(Collected data entries)

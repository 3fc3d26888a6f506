"""joulebook diff: fixture pairs of revisions, each giving exactly the expected changes and
causes (JSON), the reports, the command's exit codes and bad input.

The fixtures are scenarios of our own: a small pressure-design sheet whose saved values are
written by the engine (as a spreadsheet program saves them), then revised one way at a time.
Expected shares are worked by hand from the sheet's own arithmetic (common practice: the
effect of one input is the result's move with that input put back).
"""

import json
import re
import shutil

import pytest

from joulebook.faces.cli import main
from joulebook.faces.workbook.diff import diff_books, render_html, schema, to_json, to_markdown
from joulebook.faces.workbook.engine import Engine
from joulebook.faces.workbook.reader import read_book
from joulebook.faces.workbook.status import Status
from joulebook.faces.workbook.writer import write_copy
from wbtools import build, with_saved

BASE = {
    "Design!A1": "Fill temperature [degC]",
    "Design!B1": 18,
    "Design!C1": "degC",
    "Design!A2": "Wall thickness [mm]",
    "Design!B2": 9.5,
    "Design!C2": "mm",
    "Design!A3": "Design pressure [bar]",
    "Design!B3": "=B1*0.2+B2*0.5+1",
    "Design!C3": "bar",
    "Design!A4": "Test pressure [bar]",
    "Design!B4": "=B3*1.43",
    "Design!A6": "Nozzle",
    "Design!B6": "Load [kN]",
    "Design!A7": 1,
    "Design!B7": "=A7*B$2",
    "Design!A8": 2,
    "Design!B8": "=A8*B$2",
    "Design!A9": "Total load [kN]",
    "Design!B9": "=SUM(B7:B8)",
}


def saved(tmp_path, name: str, cells: dict, edit: dict | None = None):
    """The workbook of *cells*, its formulas' saved values computed as a program saves
    them; *edit* then types saved values over (a property library's other numbers)."""
    raw = build(tmp_path / f"raw_{name}.xlsx", cells)
    book = read_book(raw)
    path = write_copy(book, Engine(book).run(), tmp_path / f"{name}.xlsx", force=True)
    if edit:
        path = with_saved(path, tmp_path / f"{name}_edited.xlsx", edit)
    return path


def changes(tmp_path, old_cells, new_cells, old_edit=None, new_edit=None):
    old = saved(tmp_path, "old", old_cells, old_edit)
    new = saved(tmp_path, "new", new_cells, new_edit)
    d = diff_books(read_book(old), read_book(new))
    doc = json.loads(to_json(d))
    _validate(doc)
    return d, doc["changes"]


def _validate(doc):
    jsonschema = pytest.importorskip("jsonschema")  # a test dependency (pyproject [test])
    jsonschema.validate(doc, schema())


def brief(cs):
    """(kind, what, sheet, cell, old, new, causes) of each change, in report order (numbers
    to 9 decimals: the sheet's arithmetic in binary floating point)."""

    def r(v):
        return round(v, 9) if isinstance(v, float) else v

    return [
        (c["kind"], c["what"], c["sheet"], c["cell"], r(c["old"]), r(c["new"]), c.get("causes"))
        for c in cs
    ]


def shift_rows(cells: dict, at: int) -> dict:
    """*cells* with a row inserted at *at*, references moved as a spreadsheet program moves
    them (the fixtures' formulas hold only plain A1 references)."""

    def move(m):
        r = int(m.group(3))
        return f"{m.group(1)}{m.group(2)}{r + 1 if r >= at else r}"

    out = {}
    for k, v in cells.items():
        sheet, _, a = k.partition("!")
        col, row = re.match(r"([A-Z]+)(\d+)", a).groups()
        if isinstance(v, str) and v.startswith("="):
            v = re.sub(r"([A-Z]+)(\$?)(\d+)", move, v)
        out[f"{sheet}!{col}{int(row) + 1 if int(row) >= at else int(row)}"] = v
    return out


def shift_cols(cells: dict, at: int) -> dict:
    from openpyxl.utils import column_index_from_string as number
    from openpyxl.utils import get_column_letter as letters

    def move(m):
        c = number(m.group(1))
        return f"{letters(c + 1 if c >= at else c)}{m.group(2)}"

    out = {}
    for k, v in cells.items():
        sheet, _, a = k.partition("!")
        col, row = re.match(r"([A-Z]+)(\d+)", a).groups()
        if isinstance(v, str) and v.startswith("="):
            v = re.sub(r"([A-Z]+)(\$?\d+)", move, v)
        c = number(col)
        out[f"{sheet}!{letters(c + 1 if c >= at else c)}{row}"] = v
    return out


# ---------------------------------------------------------------------------------------
# the fixture pairs


def test_identical_revisions_have_no_changes(tmp_path):
    d, cs = changes(tmp_path, BASE, BASE)
    assert cs == [] and not d.unrelated and d.results_compared and d.aligned == 1.0


def test_changed_input(tmp_path):
    new = dict(BASE, **{"Design!B1": 20})
    d, cs = changes(tmp_path, BASE, new)
    assert brief(cs) == [
        ("result", "cell", "Design", "B3", 9.35, 9.75, ["Design!B1"]),
        ("result", "cell", "Design", "B4", 13.3705, 13.9425, ["Design!B1"]),
        ("input", "cell", "Design", "B1", 18, 20, None),
    ]
    b3 = cs[0]
    assert b3["label"] == "Design pressure [bar]" and b3["unit"] == "bar"
    assert b3["delta"] == pytest.approx(0.4) and b3["delta_pct"] == pytest.approx(0.4 / 9.35 * 100)
    # B3 = 0.2·B1 + …: putting 18 back takes 0.2·2 = 0.4 bar off, the whole move (by hand)
    assert b3["shares"] == [
        {
            "cell": "Design!B1",
            "label": "Fill temperature [degC]",
            "effect": pytest.approx(0.4),
            "share": pytest.approx(1.0),
        }
    ]
    assert b3["interaction"] is None and b3["unexplained_part"] is None
    assert b3["status"] is None  # a move with its cause: the verdict is check's (docs/diff.md)
    assert cs[2]["unit"] == "degC" and cs[2]["delta"] == 2
    assert d.runs == 1  # NEW recomputed once, with the change put back


def test_two_inputs_ranked_by_share(tmp_path):
    new = dict(BASE, **{"Design!B1": 20, "Design!B2": 10})
    d, cs = changes(tmp_path, BASE, new)
    b3 = next(c for c in cs if c["cell"] == "B3")
    # 0.2·(20−18) = 0.4 bar and 0.5·(10−9.5) = 0.25 bar (by hand): the larger first
    assert b3["causes"] == ["Design!B1", "Design!B2"]
    assert [s["effect"] for s in b3["shares"]] == [pytest.approx(0.4), pytest.approx(0.25)]
    assert [s["share"] for s in b3["shares"]] == [
        pytest.approx(0.4 / 0.65),
        pytest.approx(0.25 / 0.65),
    ]
    assert b3["interaction"] is None and b3["unexplained_part"] is None
    b7 = next(c for c in cs if c["cell"] == "B7")
    assert b7["causes"] == ["Design!B2"]


def test_interacting_changes_are_said_to_interact(tmp_path):
    old = dict(BASE, **{"Design!B3": "=B1*B2/10"})
    new = dict(old, **{"Design!B1": 36, "Design!B2": 19})
    d, cs = changes(tmp_path, old, new)
    b3 = next(c for c in cs if c["cell"] == "B3")
    # 18·9.5/10 = 17.1 → 36·19/10 = 68.4: singly 68.4 − 18·19/10 = 34.2 and
    # 68.4 − 36·9.5/10 = 34.2; together 51.3, so 17.1 is the interaction (by hand)
    assert sorted(b3["causes"]) == ["Design!B1", "Design!B2"]
    assert [s["effect"] for s in b3["shares"]] == [pytest.approx(34.2)] * 2
    assert b3["interaction"] == pytest.approx(-17.1)
    assert "interact" in to_markdown(d)


def test_changed_formula(tmp_path):
    new = dict(BASE, **{"Design!B3": "=B1*0.2+B2*0.55+1"})
    d, cs = changes(tmp_path, BASE, new)
    assert brief(cs) == [
        ("result", "cell", "Design", "B3", 9.35, 9.825, ["Design!B3"]),
        ("result", "cell", "Design", "B4", 13.3705, 14.04975, ["Design!B3"]),
        ("formula", "cell", "Design", "B3", "=B1*0.2+B2*0.5+1", "=B1*0.2+B2*0.55+1", None),
    ]


def test_inserted_row_above_a_block(tmp_path):
    new = shift_rows(BASE, 3)
    new["Design!A3"] = "Corrosion allowance [mm]"
    new["Design!B3"] = 1.5
    d, cs = changes(tmp_path, BASE, new)
    # one change: the row; every cell below it moved down without being "changed"
    assert brief(cs) == [
        ("inserted", "row", "Design", "3:3", None, "Corrosion allowance [mm] | 1.5", None)
    ]


def test_inserted_row_inside_a_summed_block_moves_the_total(tmp_path):
    new = shift_rows(BASE, 8)
    new["Design!A8"] = 1.5
    new["Design!B8"] = "=A8*B$2"
    new["Design!B10"] = "=SUM(B7:B9)"
    d, cs = changes(tmp_path, BASE, new)
    # the new row continues the copied-down formula: extended, and (as one change, put back
    # whole) the cause of the total: 1.5 × 9.5 = 14.25 kN more (by hand)
    assert brief(cs) == [
        ("result", "cell", "Design", "B10", 28.5, 42.75, ["Design!A8:B8"]),
        ("extended", "row", "Design", "A8:B8", None, "1.5 | =A8*B$2", None),
    ]


def test_inserted_column(tmp_path):
    new = shift_cols(BASE, 2)
    new["Design!B1"] = "checked"
    new["Design!B2"] = "checked"
    d, cs = changes(tmp_path, BASE, new)
    assert brief(cs) == [("inserted", "column", "Design", "B:B", None, "checked", None)]


def test_sheet_renamed(tmp_path):
    old = dict(BASE, **{"Notes!A1": "scenario of our own", "Notes!B1": "=Design!B3*2"})
    new = {k.replace("Design!", "Vessel!"): v for k, v in BASE.items()}
    new["Notes!A1"], new["Notes!B1"] = "scenario of our own", "=Vessel!B3*2"
    d, cs = changes(tmp_path, old, new)
    # the formula reading the renamed sheet is the same formula: no change but the name
    assert brief(cs) == [("renamed", "sheet", "Vessel", None, "Design", "Vessel", None)]


def test_formula_copied_one_row_further(tmp_path):
    new = dict(BASE)
    new["Design!A9"], new["Design!B9"] = 3, "=A9*B$2"
    new["Design!A10"], new["Design!B10"] = "Total load [kN]", "=SUM(B7:B8)"
    d, cs = changes(tmp_path, BASE, new)
    assert brief(cs) == [("extended", "row", "Design", "A9:B9", None, "3 | =A9*B$2", None)]


def test_saved_value_overwritten_by_hand(tmp_path):
    new = dict(BASE, **{"Design!B3": 9.8})
    d, cs = changes(tmp_path, BASE, new)
    assert brief(cs) == [
        ("result", "cell", "Design", "B4", 13.3705, 14.014, ["Design!B3"]),
        ("formula", "cell", "Design", "B3", "=B1*0.2+B2*0.5+1", 9.8, None),
    ]
    assert "a formula replaced by a typed value (it saved 9.35)" in cs[1]["note"]
    assert cs[0]["shares"][0]["share"] == pytest.approx(1.0)


def test_result_moved_by_a_property_library_change(tmp_path):
    # OLD saved other numbers for B3 and B4 (an earlier library), nothing else differs
    d, cs = changes(tmp_path, BASE, BASE, old_edit={"Design!B3": 9.3, "Design!B4": 13.299})
    assert brief(cs) == [
        ("unexplained", "cell", "Design", "B3", 9.3, 9.35, []),
        ("result", "cell", "Design", "B4", 13.299, 13.3705, ["Design!B3"]),
    ]
    assert cs[0]["status"] == "pass"  # NEW holds: the move came from elsewhere
    assert "moved without a cause" in to_markdown(d).lower()


def test_clean_twin_of_the_property_change_is_quiet(tmp_path):
    # the same edit in both revisions: no move, nothing unexplained
    edit = {"Design!B3": 9.3}
    d, cs = changes(tmp_path, BASE, BASE, old_edit=edit, new_edit=edit)
    assert cs == []
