/**
 * Page layout of the visit summary on a pdfkit document: headings kept with the start of what they
 * head (never alone at the foot of a page), wrapped paragraphs, and tables that break between rows
 * and repeat their header. Colours and sizes of the document live here too.
 */
import type PDFDocument from 'pdfkit';

export const MARGIN = 50;
export const INK = '#1B2A26';
export const MUTED = '#55645F';
export const SPRUCE = '#1F5C4A';
export const RULE = '#C9D4D0';
export const SHADE = '#EEF3F1';

/** A table column: its title and width in points. */
export interface PdfColumn {
  title: string;
  width: number;
}

/** The layout helpers of one document. */
export interface PdfLayout {
  /** Text width between the margins, points. */
  readonly width: number;
  /** A new page unless `height` more points fit above the bottom margin. */
  ensure(height: number): void;
  /**
   * A section heading, kept with the next `keepWith` points of content: when both do not fit,
   * the heading starts the next page (no heading ever ends a page).
   */
  heading(text: string, keepWith: number): void;
  /** A small heading inside a section (a clip's name), kept with `keepWith` points. */
  subheading(text: string, keepWith: number): void;
  /** Body text, or `empty` in italics when the text is blank. */
  paragraph(text: string, empty: string): void;
  /** Height of the first lines of a paragraph (at most `lines`), to keep a heading with it. */
  paragraphLead(text: string, lines?: number): number;
  /** A table with fixed column widths; wraps cells, breaks pages between rows, repeats the header. */
  table(cols: PdfColumn[], rows: string[][]): void;
  /** Height of a table's header and first row, to keep a heading with it. */
  tableLead(cols: PdfColumn[], rows: string[][]): number;
}

const PAD = 4;

/** Layout helpers over `doc` (fonts `regular`, `semibold`, `italic` registered). */
export function pdfLayout(doc: InstanceType<typeof PDFDocument>): PdfLayout {
  const width = doc.page.width - 2 * MARGIN;
  const bottom = () => doc.page.height - doc.page.margins.bottom;
  const fits = (h: number) => doc.y + h <= bottom();
  const ensure = (h: number) => {
    if (!fits(h)) doc.addPage();
  };
  const atTop = () => doc.y <= doc.page.margins.top + 0.5;

  const rowHeight = (cols: PdfColumn[], cells: string[], head: boolean) => {
    doc.fontSize(head ? 9 : 9.5);
    return (
      Math.max(
        ...cells.map((c, i) =>
          doc.font(head || i === 0 ? 'semibold' : 'regular').heightOfString(c || ' ', { width: cols[i]!.width - 2 * PAD }),
        ),
      ) +
      2 * PAD
    );
  };

  const headingBlock = (text: string, size: number, before: number, after: number) => {
    doc.font('semibold').fontSize(size);
    return before + doc.heightOfString(text, { width }) + after;
  };

  function placeHeading(text: string, size: number, colour: string, keepWith: number, rule: boolean) {
    const before = size * 1.1;
    const after = size * 0.6;
    if (!fits(headingBlock(text, size, atTop() ? 0 : before, after) + keepWith)) doc.addPage();
    if (!atTop()) doc.y += before;
    doc.font('semibold').fontSize(size).fillColor(colour).text(text, MARGIN, doc.y, { width });
    if (rule)
      doc
        .moveTo(MARGIN, doc.y + 2)
        .lineTo(MARGIN + width, doc.y + 2)
        .lineWidth(0.6)
        .strokeColor(RULE)
        .stroke();
    doc.y += after;
    doc.x = MARGIN;
  }

  return {
    width,
    ensure,
    heading: (text, keepWith) => placeHeading(text, 13, SPRUCE, keepWith, true),
    subheading: (text, keepWith) => placeHeading(text, 10.5, INK, keepWith, false),
    paragraph(text, empty) {
      doc
        .font(text.trim() ? 'regular' : 'italic')
        .fontSize(10.5)
        .fillColor(text.trim() ? INK : MUTED);
      doc.text(text.trim() || empty, MARGIN, doc.y, { width, lineGap: 2 });
    },
    paragraphLead(text, lines = 3) {
      doc.font('regular').fontSize(10.5);
      const line = doc.currentLineHeight(true) + 2;
      return Math.min(doc.heightOfString(text.trim() || ' ', { width, lineGap: 2 }), lines * line);
    },
    tableLead(cols, rows) {
      const head = rowHeight(
        cols,
        cols.map((c) => c.title),
        true,
      );
      return head + (rows[0] ? rowHeight(cols, rows[0], false) : 0);
    },
    table(cols, rows) {
      const drawRow = (cells: string[], head: boolean, next: string[] | undefined) => {
        const h = rowHeight(cols, cells, head);
        // A header row goes with the row under it; a body row that does not fit starts a page.
        const need = head && next ? h + rowHeight(cols, next, false) : h;
        if (!fits(need) && !atTop()) {
          doc.addPage();
          if (!head)
            drawRow(
              cols.map((c) => c.title),
              true,
              cells,
            );
        }
        const y = doc.y;
        doc.fontSize(head ? 9 : 9.5);
        if (head) doc.rect(MARGIN, y, width, h).fill(SHADE);
        let x = MARGIN;
        cells.forEach((c, i) => {
          doc.fillColor(head ? SPRUCE : INK).font(head || i === 0 ? 'semibold' : 'regular');
          doc.text(c, x + PAD, y + PAD, { width: cols[i]!.width - 2 * PAD });
          x += cols[i]!.width;
        });
        doc
          .moveTo(MARGIN, y + h)
          .lineTo(MARGIN + width, y + h)
          .lineWidth(0.4)
          .strokeColor(RULE)
          .stroke();
        doc.x = MARGIN;
        doc.y = y + h;
      };
      drawRow(
        cols.map((c) => c.title),
        true,
        rows[0],
      );
      rows.forEach((r) => drawRow(r, false, undefined));
    },
  };
}
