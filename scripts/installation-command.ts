/**
 * What `npm run backup` and `npm run restore` share: the folder argument, the refusal of an
 * installation on PostgreSQL or a bucket (those engines have their own tools), progress lines on
 * stdout, and a refusal as one line on stderr with exit code 1 (2 for a wrong call).
 */
import path from 'node:path';
import { loadConfig, type Config } from '../server/config';

export interface InstallationCommand {
  /** `backup` or `restore`: the npm script's name. */
  name: string;
  /** What DIR must be, for the usage line. */
  dirMeans: string;
  /** The error class whose message is a refusal to show (anything else is a bug and is thrown). */
  refusal: new (...args: never[]) => Error;
  /** Does the work for the folder DIR (absolute), saying progress through `progress`. */
  run: (config: Config, dir: string, progress: (line: string) => void) => Promise<unknown>;
}

/** Runs a backup or restore command line over `process.argv[2]`. */
export async function runInstallationCommand(c: InstallationCommand): Promise<void> {
  const dir = process.argv[2];
  if (!dir) {
    console.error(`usage: npm run ${c.name} -- DIR   (DIR: ${c.dirMeans})`);
    process.exit(2);
  }
  const config = loadConfig();
  if (config.databaseUrl || config.s3) {
    console.error(
      `npm run ${c.name} copies a one-machine installation (SQLite file and media folder). With DATABASE_URL or S3_BUCKET set, use the engines' own tools: pg_dump / pg_restore for the database and the object store's replication or versioning for the bucket.`,
    );
    process.exit(2);
  }
  try {
    await c.run(config, path.resolve(dir), (line) => console.log(line));
  } catch (err) {
    if (!(err instanceof c.refusal)) throw err;
    console.error(`${c.name} refused: ${err.message}`);
    process.exit(1);
  }
}
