/**
 * `npm test` after bootstrap: lint, format check, type-checks, the app build, server tests (on SQLite, then on
 * PostgreSQL), client unit tests and
 * browser tests, one after another; prints each suite's count and ends with the line
 * `N passed, N failed` (the skipped count on the line before). Exits non-zero when anything failed. In CI (`CI=true`, the
 * default here) a skipped test counts as failed unless its title carries `[skip: reason]`
 * (see `scripts/test-report.ts`).
 */
import { spawn } from 'node:child_process';
import fs from 'node:fs';
import path from 'node:path';
import { skippedTests, unexplainedSkips, vitestCounts } from './test-report';

interface Step {
  name: string;
  cmd: string[];
  /** Whether the step reports a vitest summary (else it counts as one check). */
  vitest: boolean;
  /** The arguments that add vitest's JSON report (read for the names of skipped tests) at `file`. */
  jsonReport?: (file: string) => string[];
  /** Environment the step runs with besides this process's. */
  env?: Record<string, string>;
}

const vitestJson = (file: string) => ['--reporter=default', '--reporter=json', `--outputFile.json=${file}`];
// The Angular builder gives its output file to the first reporter.
const ngJson = (file: string) => ['--reporters=json', '--reporters=default', `--output-file=${file}`];

const STEPS: Step[] = [
  { name: 'lint (eslint)', cmd: ['npx', 'eslint', '.'], vitest: false },
  { name: 'format check (prettier)', cmd: ['npx', 'prettier', '--check', '.'], vitest: false },
  { name: 'type-check (server, scripts, tests)', cmd: ['npx', 'tsc', '-p', 'tsconfig.server.json'], vitest: false },
  { name: 'app build (strict templates, budgets)', cmd: ['npx', 'ng', 'build'], vitest: false },
  // On SQLite whatever the shell's DATABASE_URL says.
  {
    name: 'server tests',
    cmd: ['npx', 'vitest', 'run', '--config', 'vitest.server.config.ts'],
    vitest: true,
    jsonReport: vitestJson,
    env: { DATABASE_URL: '', TEST_S3_ENDPOINT: '' },
  },
  // The same suite on a private PostgreSQL server (DATABASE_URL set; scripts/test-postgres.ts).
  { name: 'server tests (PostgreSQL)', cmd: ['npx', 'tsx', 'scripts/test-postgres.ts'], vitest: true, jsonReport: vitestJson },
  { name: 'client unit tests', cmd: ['npx', 'ng', 'test', '--watch=false'], vitest: true, jsonReport: ngJson },
  { name: 'browser tests', cmd: ['npx', 'vitest', 'run', '--config', 'vitest.e2e.config.ts'], vitest: true, jsonReport: vitestJson },
];

const only = process.argv.slice(2);
/** Whether this run is CI's (`CI=true`): then a skipped test needs its reason. */
const ci = process.env['CI'] === 'true' || process.env['CI'] === '1';
const reportDir = path.resolve('.tmp/test-reports');

function run(step: Step, args: string[]): Promise<{ code: number; output: string }> {
  return new Promise((resolve) => {
    const child = spawn(step.cmd[0]!, [...step.cmd.slice(1), ...args], {
      env: { ...process.env, NG_CLI_ANALYTICS: 'false', FORCE_COLOR: '0', NO_COLOR: '1', CI: process.env['CI'] ?? 'true', ...step.env },
      stdio: ['ignore', 'pipe', 'pipe'],
    });
    let output = '';
    const take = (chunk: Buffer, to: NodeJS.WriteStream) => {
      output += chunk.toString();
      to.write(chunk);
    };
    child.stdout.on('data', (c: Buffer) => take(c, process.stdout));
    child.stderr.on('data', (c: Buffer) => take(c, process.stderr));
    child.on('close', (code) => resolve({ code: code ?? 1, output }));
  });
}

let passed = 0;
let failed = 0;
let skipped = 0;
const summary: string[] = [];
const refusedSkips: string[] = [];
fs.mkdirSync(reportDir, { recursive: true });
for (const [index, step] of STEPS.entries()) {
  if (only.length && !only.some((o) => step.name.includes(o))) continue;
  const reportFile = path.join(reportDir, `step-${index}.json`);
  fs.rmSync(reportFile, { force: true });
  const args = step.jsonReport?.(reportFile) ?? [];
  console.log(`\n=== ${step.name}: ${[...step.cmd, ...args].join(' ')}`);
  const { code, output } = await run(step, args);
  let p = 0;
  let f = 0;
  let s = 0;
  if (step.vitest) {
    const counts = vitestCounts(output);
    if (counts) {
      p = counts.passed;
      f = counts.failed;
      s = counts.skipped;
      if (code !== 0 && f === 0) f = 1; // crashed after counting (e.g. unhandled error)
      if (s > 0) {
        const names = fs.existsSync(reportFile) ? skippedTests(fs.readFileSync(reportFile, 'utf8')) : [];
        for (const name of names) console.log(`  skipped: ${name}`);
        const refused = unexplainedSkips(names, s, ci);
        refusedSkips.push(...refused.map((name) => `${step.name}: ${name}`));
        f += refused.length;
      }
    } else {
      f = 1; // the suite did not run to a summary
    }
  } else if (code === 0) {
    p = 1;
  } else {
    f = 1;
  }
  passed += p;
  failed += f;
  skipped += s;
  summary.push(`  ${step.name.padEnd(40)} ${p} passed, ${f} failed, ${s} skipped`);
}
console.log(`\n=== summary\n${summary.join('\n')}\n`);
if (refusedSkips.length) {
  console.log('Skipped in CI without a reason (title needs "[skip: why]"), counted as failed:');
  for (const name of refusedSkips) console.log(`  ${name}`);
  console.log('');
}
console.log(`${skipped} skipped`);
console.log(`${passed} passed, ${failed} failed`);
process.exit(failed ? 1 : 0);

--- Your assignment ---
Lines that contain "resolve" are to be copied from the records above.

--- Completed exercise ---
    await c.run(config, path.resolve(dir), (line) => console.log(line));
const reportDir = path.resolve('.tmp/test-reports');
  return new Promise((resolve) => {
    child.on('close', (code) => resolve({ code: code ?? 1, output }));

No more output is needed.